Yağışlarla düşen suyun yarısından fazlasının buharlaşarak atmosfere gittiğini ifade eden Şaylan, barajlarda, göllerde ve göletlerde buharlaşmanın azaltılması gerektiğini belirtti.
Prof. Dr. Şaylan, yaptıkları araştırmada, Trakya’daki 3 ilde iklim değişikliği nedeniyle gelecekte bazı bitkilerin verimlerinde azalma olabileceğini belirlediklerini söyledi.

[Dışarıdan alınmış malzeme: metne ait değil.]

"""`protomine audit`: prototype library + held-out truth CSV -> report folder (JSON, PNGs, one HTML file)."""
from __future__ import annotations

from pathlib import Path
from typing import Annotated, Optional

import numpy as np
import typer

from ..cliutil import ConfigOpt, Progress, QuietOpt, SeedOpt, config_from, existing


def audit(
    library: Annotated[Path, typer.Argument(help="HDF5 prototype library (protomine mine).")],
    truth: Annotated[Path, typer.Option("--truth", "-t", help="Held-out labels CSV: object,label[,yaw_deg] or capture,x,y,z,label[,yaw_deg].")],
    out: Annotated[Path, typer.Option("--out", "-o", help="Report folder (report.json, report.html, PNGs).")],
    store: Annotated[Optional[Path], typer.Option("--store", "-s", help="Object store; default: the one recorded in the library.")] = None,
    config: ConfigOpt = None,
    seed: SeedOpt = 0,
    quiet: QuietOpt = False,
) -> None:
    """Measure how pure the mined clusters are against a few hand labels, with honest uncertainty."""
    from ..ingest.store import open_store
    from ..mine.gallery import render_gallery
    from ..mine.library import read_library
    from ..provenance import file_fingerprint, provenance
    from .metrics import symmetry_to_period_deg
    from .report import Assignments, build_audit, write_report
    from .truth import ObjectTable, read_truth

    cfg = config_from(config)
    say = Progress("audit", quiet)
    lib = read_library(existing(library, "library"))
    rows = read_truth(truth)
    store_path = _store_path(library, lib.store_path, store)
    st = open_store(store_path)
    say(f"{len(rows)} truth rows, {len(lib.members['object'])} library members, {len(st)} stored objects")

    m = lib.members
    assignments = Assignments(np.asarray(m["object"], dtype=str), m["cluster"], m["yaw_deg"], m["scale"],
                              m["distance"], m["score"])
    objects = ObjectTable(np.asarray(st.objects["id"], dtype=str), np.asarray(st.objects["capture"], dtype=str),
                          st.objects["center"])
    periods = {k: symmetry_to_period_deg(int(s)) for k, s in enumerate(lib.prototypes["symmetry"])}
    prov = provenance(cfg, seed, {"library": file_fingerprint(library), "truth": file_fingerprint(truth),
                                  "store": st.fingerprint()}, command="audit")
    audit_doc = build_audit(assignments, rows, objects, symmetry_period_deg=periods, names=lib.names, cfg=cfg,
                            rng=np.random.default_rng(seed), truth_path=truth, provenance=prov)
    say("numbers done; drawing")
    out.mkdir(parents=True, exist_ok=True)
    gallery = render_gallery(out / "gallery.png", lib.prototypes["volumes"], counts=lib.prototypes["count"],
                             symmetry=lib.prototypes["symmetry"],
                             names=[lib.display_name(k) for k in range(lib.n_clusters)])
    write_report(out, audit_doc, gallery_png=gallery, crops=st.crops)
    s, n = audit_doc["scores"], audit_doc["counts"]
    if s:
        iv = audit_doc["intervals"]
        typer.echo(f"{n['labelled']} labelled objects in {n['clusters']} clusters: purity {s['purity']:.3f} "
                   f"[{iv['purity'][0]:.3f}, {iv['purity'][1]:.3f}], NMI {s['nmi']:.3f}, "
                   f"accuracy {s['hungarian_accuracy']:.3f}; {n['unmatched_truth_rows']} truth rows unmatched, "
                   f"{n['unlabelled_objects']} objects unlabelled; report {out / 'report.html'}")
    else:
        typer.echo(f"no labelled object was assigned to a cluster ({n['unmatched_truth_rows']} truth rows unmatched); "
                   f"report {out / 'report.html'}")


def _store_path(library: Path, recorded: str, given: Path | None) -> Path:
    """--store if given; else the library's recorded store path (relative paths tried beside the library)."""
    from ..errors import InputError
    if given is not None:
        return existing(given, "object store")
    if not recorded:
        raise InputError(library, "store_path", "library records no object store; pass --store")
    p = Path(recorded)
    for cand in (p, library.parent / p):
        if cand.is_file():
            return cand
    raise InputError(library, "store_path", f"recorded object store {recorded!r} not found; pass --store")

Bitkilerin su ihtiyacının doğru zamanda ve miktarda karşılanmasının önemli olduğunu aktaran Şaylan, “Bitkilerin su ihtiyacının olup olmadığı, toprakta suyun yeterli olup olmadığı üreticiler tarafından ölçülmeye başlanmalı ve takip edilmeli ki sulama için doğru zaman ve doğru miktar belirlenebilsin. Böylece hem tarımsal kuraklığı izlemek hem de sulamada kullanılan su miktarını azaltmak mümkündür.” dedi.
Şaylan, tarımsal meteoroloji alanında yaklaşık 34 yıllık birikime sahip bir araştırmacı olduğunu ifade ederek, şunları kaydetti:
“Tarımsal meteoroloji, ülkemiz ve dünya tarımsal üretimi ve aynı zamanda iklim değişimi açısından son derece önemli bir bilim dalıdır. Bu alanda yapılan araştırmaların arttırılması gerekmektedir. İklim değişikliğinin sadece tarımı etkilemediği, tarımın da iklim değişikliğine etkide bulunduğunu unutmamak gerekir. İklim değişikliğinin tarıma olası etkileri, tarımdan kaynaklanan sera gazlarının belirlenmesi ile kara ve su yüzeylerinde buharlaşmayla ilgili olarak oldukça fazla uygulamalı araştırma tecrübemiz var.”